Tap to Read ➤

Types of Bacterial Infections

Leena Palande
Pathogenic bacteria can destroy the health of an individual significantly. Prompt medication helps control and prevent various types of bacterial infections. This story provides information on different types of bacteria and common bacterial diseases. Read on to know easy ways to boost your immune system.
Bacteria is a type of microbe which can cause different types of diseases. Most bacteria are harmless, and some are even helpful in digestion of food. But harmful types of bacteria can make you feel extremely unwell. Harmful bacteria multiply at lightening speed, and release toxins that can damage tissues considerably. When bacteria make us feel ill, the condition is termed as 'bacterial infection'. Different types of bacteria can lead to different types of diseases. Infections can be internal or external.

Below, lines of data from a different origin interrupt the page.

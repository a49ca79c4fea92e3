"""The hash-chained transform log: format, chain links, head, and the chain checker."""

import hashlib
import json

import pytest

from redact.errors import OutputError
from redact.provenance import log


def clock():
    n = iter(range(10**6))
    return lambda: f"2025-01-01T00:00:{next(n) % 60:02d}.000000Z"


def make(tmp_path, name="log.jsonl"):
    t = log.TransformLog(tmp_path / name, clock=clock())
    t.append("decode", frames=120, fps=25.0)
    t.append("model", id="yolo11n-pose", sha256="ab" * 32)
    t.append("redaction", style="blur", frames=[0, 119], people=3)
    t.disclosure(date="2025-01-02", recipient="A. Person", organisation="Example Org", purpose="subject access request",
                 request_reference="SAR-1")
    t.append("sign", key_id="kid")
    return t


def test_genesis_is_sha256_of_empty_string():
    # FIPS 180-4 empty-message vector.
    assert log.GENESIS == "e3b0c44298fc1c149afbf4c8996fb92427ae41e4649b934ca495991b7852b855"


def test_lines_chain_by_sha256_of_exact_previous_bytes(tmp_path):
    t = make(tmp_path)
    lines = (tmp_path / "log.jsonl").read_bytes().splitlines(keepends=True)
    assert len(lines) == 5 == t.entries
    prev = log.GENESIS
    for i, line in enumerate(lines):
        d = json.loads(line)
        assert list(d)[:4] == ["seq", "prev", "time", "kind"]
        assert d["seq"] == i and d["prev"] == prev
        prev = hashlib.sha256(line).hexdigest()  # hashlib directly, not the module under test
    assert t.head == prev
    d = json.loads(lines[3])
    assert d["kind"] == "disclosure" and d["recipient"] == "A. Person" and d["request_reference"] == "SAR-1"
    report = log.check_chain_bytes(b"".join(lines))
    assert report.ok and report.head == t.head and report.entries == 5 and report.last["kind"] == "sign"
    assert report.kinds == ("decode", "model", "redaction", "disclosure", "sign")


def test_deterministic_with_a_fixed_clock(tmp_path):
    make(tmp_path, "a.jsonl")
    make(tmp_path, "b.jsonl")
    assert (tmp_path / "a.jsonl").read_bytes() == (tmp_path / "b.jsonl").read_bytes()


@pytest.mark.parametrize("mutate,expect", [
    (lambda ls: ls[:1] + ls[2:], "prev"),                       # a line removed
    (lambda ls: [ls[0], ls[2], ls[1]] + ls[3:], "prev"),        # two lines swapped
    (lambda ls: [ls[0], ls[1].replace(b"yolo11n", b"yolo11x")] + ls[2:], "prev"),  # a line edited
    (lambda ls: ls[1:], "seq"),                                 # first line removed
    (lambda ls: ls + [b"\n"], "invalid JSON"),                  # blank line
    (lambda ls: ls[:-1] + [ls[-1][:-1]], "newline"),            # truncated last line
    (lambda ls: [ls[0].replace(b'"frames":120', b'"frames":120,"frames":121')] + ls[1:], "duplicate key"),
    (lambda ls: [ls[0].replace(b'"frames":120', b'"frames":NaN')] + ls[1:], "NaN"),
])
def test_chain_checker_finds_tampering(tmp_path, mutate, expect):
    lines = (make(tmp_path).path).read_bytes().splitlines(keepends=True)
    report = log.check_chain_bytes(b"".join(mutate(lines)))
    assert not report.ok
    assert any(expect in f for f in report.findings), report.findings


def test_editing_the_last_line_changes_the_head(tmp_path):
    t = make(tmp_path)
    data = t.path.read_bytes().replace(b'"key_id":"kid"', b'"key_id":"kie"')
    report = log.check_chain_bytes(data)
    assert report.ok and report.head != t.head  # only the signed head can catch this


def test_reopening_continues_the_chain(tmp_path):
    t = make(tmp_path)
    t2 = log.TransformLog(t.path, clock=clock())
    assert (t2.entries, t2.head) == (5, t.head)
    e = t2.append("encode", codec="libx264")
    assert e["seq"] == 5 and e["prev"] == t.head
    assert log.check_chain_bytes(t.path.read_bytes()).ok


def test_refuses_to_continue_a_broken_log(tmp_path):
    t = make(tmp_path)
    lines = t.path.read_bytes().splitlines(keepends=True)
    t.path.write_bytes(b"".join(lines[:1] + lines[2:]))
    with pytest.raises(OutputError, match="cannot continue"):
        log.TransformLog(t.path)


def test_bad_entries_refused(tmp_path):
    t = log.TransformLog(tmp_path / "l.jsonl")
    with pytest.raises(OutputError, match="reserved"):
        t.append("decode", seq=3)
    with pytest.raises(OutputError):
        t.append("decode", value=float("nan"))
    with pytest.raises(OutputError, match="lowercase"):
        t.append("Decode!")
    with pytest.raises(OutputError, match="unknown disclosure"):
        t.disclosure(recipient="x", salary=3)
    assert t.entries == 0 and not (tmp_path / "l.jsonl").exists()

Common Infection Causing Bacteria

  • E. coli
  • Neisseria gonorrhoeae, commonly known as gonococci (plural), or gonococcus (singular)
  • Listeria monocytogenes
  • Salmonella bongori and Salmonella enterica
  • Staphylococcus bacteria
  • Streptococcus
Typhoid, urinary tract infections (UTI's), and strep throat are common bacterial infections. The bacteria can be inhaled or ingested. Bacteria can gain entry to your insides through a break in the skin as well. If bacteria form a parasitic association with other organisms, they are classified as pathogens.
A huge pathogenic bacteria list, and a huge list of pathogenic diseases show how these bacteria are a major cause of infection and diseases, and how they are responsible for human death.

Common Bacterial Infections

  • Acne: Skin infection, pimples on skin.
  • Stomach Infection: Food poisoning caused by E. coli, Salmonella.
  • Leprosy: Mycobacterium leprae causes chronic skin infection resulting in disfiguring, skin sores, nerve damage, and progressive debilitation.
  • Cellulitis: Infection in the deepest layer of the skin, a red, hot, irritated, and painful skin rash commonly found on face and legs.
  • Tonsillitis: Throat feels like sandpaper.
  • Eye Stye: Crusty eyelids, or swollen, painful, bumpy, lumpy, cyst like growth on the eyelid caused by Staph bacteria.
  • Pneumonia: Lung infection, or inflammation accompanied by cough, high fever, chills, and rapid breathing.
  • Tuberculosis: Lung infection causing a bad cough, resulting in weight loss and weakness.
  • Staph infections: Skin infection, or invasive infection causing endocarditis (inflammation of the inner layer of the heart, the endocardium), or blood poisoning. In worst cases, it can result in meningitis and septicemia.
  • Lyme Disease: This disease is transmitted to humans by the black legged tick. 
The infection may result in skin rash, fever, fatigue, stiff neck, and body ache. Untreated lyme disease may lead to swollen and painful joints, ending up in arthritis.
Bronchitis, vaginosis, and sinus infection are some other examples of infections caused by bacteria. This list is definitely not all-inclusive.

Use of Antibiotics

Numerous types of bacterium are out there, creating their own brand of havoc. Usually, bacterial infections are treated with antibiotics that are specifically designed for the particular infectious bacteria. Different types of infections are caused by different types of bacteria, so you should not take antibiotics without consulting your physician.
Many risk factors are involved in use of antibiotics. In order to maintain your health, antibiotics should be used sparingly. Raw garlic, wild indigo, yogurt, tea tree oil, colloidal silver are some examples of "natural" antibiotics which can battle bacteria.

Boosting the Immune System

Your immune system is naturally strong enough, and it can minimize an overgrowth of harmful bacteria. Vaccination protects you against infectious diseases caused by microbes like bacteria and viruses. It strengthens your immune system. You can boost the immune system by consuming nutrients through a homeostasis promoting diet.
Regular exercise helps enhance the function of the immune system. Stress has become an inevitable part of modern life which leads to hormone imbalance and various diseases. Exercise helps maintain hormonal balance.
In some cases, use of antibiotics can be lifesaving, for example, pneumonia was a notable cause of death in the elderly, a few years back, but antibiotics have helped improve the survival rate for pneumonia. Along with malnutrition, high stress levels, having a genetic predisposition to bacterial infection, and being very young or very old are some other risk factors for bacterial infections.
Invasion of the body by pathogenic bacteria, and their multiplication can result in serious, even life-threatening complications, such as sepsis, kidney failure, toxic shock syndrome, and death. Some medications, like corticosteroids, can suppress the body's natural immune response, and can make you contract bacterial diseases. So, you need to take medications cautiously.
Disclaimer: This story is for informative purposes only and should not be substituted for the advice of a medical professional.